Task goal — The result should be every line of the listing that holds the word "await".

Listed entries —
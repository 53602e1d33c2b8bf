import { openStock } from "@/modules/stock/commands/adjust";
import { addPart } from "@/modules/stock/commands/parts";
import { must, type Cast } from "../cast";
import { FAMILIES } from "../facts/ninebark";

/** Per class: how many numbers the shelf holds beside the hero's, cost and price from, supplier, bin row. All invented. */
const CLASSES = [
  { partClass: "valve", mark: "V", count: 34, cost: 19, factor: 2, supplier: "Greywater Valve Supply", row: "A", words: "Valve" },
  { partClass: "spring", mark: "S", count: 13, cost: 8, factor: 2.4, supplier: "Ostrander Spring & Wire", row: "B", words: "Valve spring" },
  { partClass: "retainer", mark: "R", count: 9, cost: 7, factor: 2.2, supplier: "Ostrander Spring & Wire", row: "B", words: "Retainer" },
  { partClass: "keeper", mark: "K", count: 5, cost: 1.1, factor: 2.2, supplier: "Ostrander Spring & Wire", row: "B", words: "Keeper half" },
  { partClass: "spring seat", mark: "T", count: 7, cost: 1.9, factor: 2.5, supplier: "Ostrander Spring & Wire", row: "B", words: "Spring seat" },
  { partClass: "seal", mark: "L", count: 9, cost: 2.1, factor: 2.6, supplier: "Cinder Lane Gasket", row: "C", words: "Stem seal" },
  { partClass: "guide", mark: "G", count: 17, cost: 6.8, factor: 2.4, supplier: "Greywater Valve Supply", row: "B", words: "Valve guide" },
  { partClass: "seat ring", mark: "Q", count: 16, cost: 11, factor: 2.3, supplier: "Greywater Valve Supply", row: "B", words: "Seat ring" },
  { partClass: "lash shim", mark: "H", count: 11, cost: 2.4, factor: 2.8, supplier: "Ostrander Spring & Wire", row: "C", words: "Lash shim" },
  { partClass: "gasket", mark: "X", count: 9, cost: 14, factor: 2.2, supplier: "Cinder Lane Gasket", row: "D", words: "Head gasket" },
  { partClass: "weld rod", mark: "W", count: 3, cost: 0.36, factor: 3, supplier: "Halfmoon Welding Stores", row: "E", words: "Weld rod" },
  { partClass: "consumable", mark: "M", count: 4, cost: 4, factor: 2, supplier: "Halfmoon Welding Stores", row: "E", words: "Consumable" },
] as const;
const SHIM = [5.0, 5.05, 5.1, 5.15, 5.2, 5.25, 5.3, 5.35, 5.4, 5.45, 5.5];

/** The rest of the shelf, so that lists look like a shop's. Figures follow from the position in the list, not from chance. */
export async function restOfTheShelf(cast: Cast, who: string, at: string, suppliers: Readonly<Record<string, string>>): Promise<void> {
  for (const c of CLASSES) {
    for (let i = 0; i < c.count; i++) {
      const family = FAMILIES[i % FAMILIES.length] ?? "S250-4V";
      const side = c.partClass === "valve" || c.partClass === "guide" || c.partClass === "seat ring" ? (i % 2 === 0 ? "intake" : "exhaust") : "";
      const cost = (c.cost * (1 + (i % 5) * 0.11)).toFixed(2);
      const size = c.partClass === "lash shim" ? ` ${(SHIM[i] ?? 5).toFixed(2)} mm` : c.partClass === "valve" || c.partClass === "seat ring" ? ` ${(22 + ((i * 7) % 23) / 2).toFixed(1)} mm` : "";
      const beryllium = c.partClass === "seat ring" && i % 4 === 3;
      const part = must(await addPart(cast.as(who, at), {
        sku: `${c.mark}${100 + i}-${family.replace("-", "")}`, description: `${c.words}${size}, ${family}${side ? `, ${side}` : ""}${beryllium ? ", copper beryllium" : ""}`, partClass: c.partClass,
        families: family, position: side, bin: `${c.row}-${String(20 + i).padStart(2, "0")}`, salePrice: (Number(cost) * c.factor).toFixed(2), stockUnit: c.partClass === "weld rod" ? "stick" : "each",
        reorderPoint: String(2 + (i % 4)), orderQty: String(6 + (i % 3) * 2), preferredSupplierId: suppliers[c.supplier] ?? "", hazard: beryllium ? "contains beryllium copper" : "",
      }), c.words);
      const held = (i * 5) % 17;
      if (held > 0) must(await openStock(cast.as(who, at), { partId: part.id, qty: String(held), value: (Number(cost) * held).toFixed(2), reason: "taken on" }));
    }
  }
}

Your solution —
      const part = must(await addPart(cast.as(who, at), {
      if (held > 0) must(await openStock(cast.as(who, at), { partId: part.id, qty: String(held), value: (Number(cost) * held).toFixed(2), reason: "taken on" }));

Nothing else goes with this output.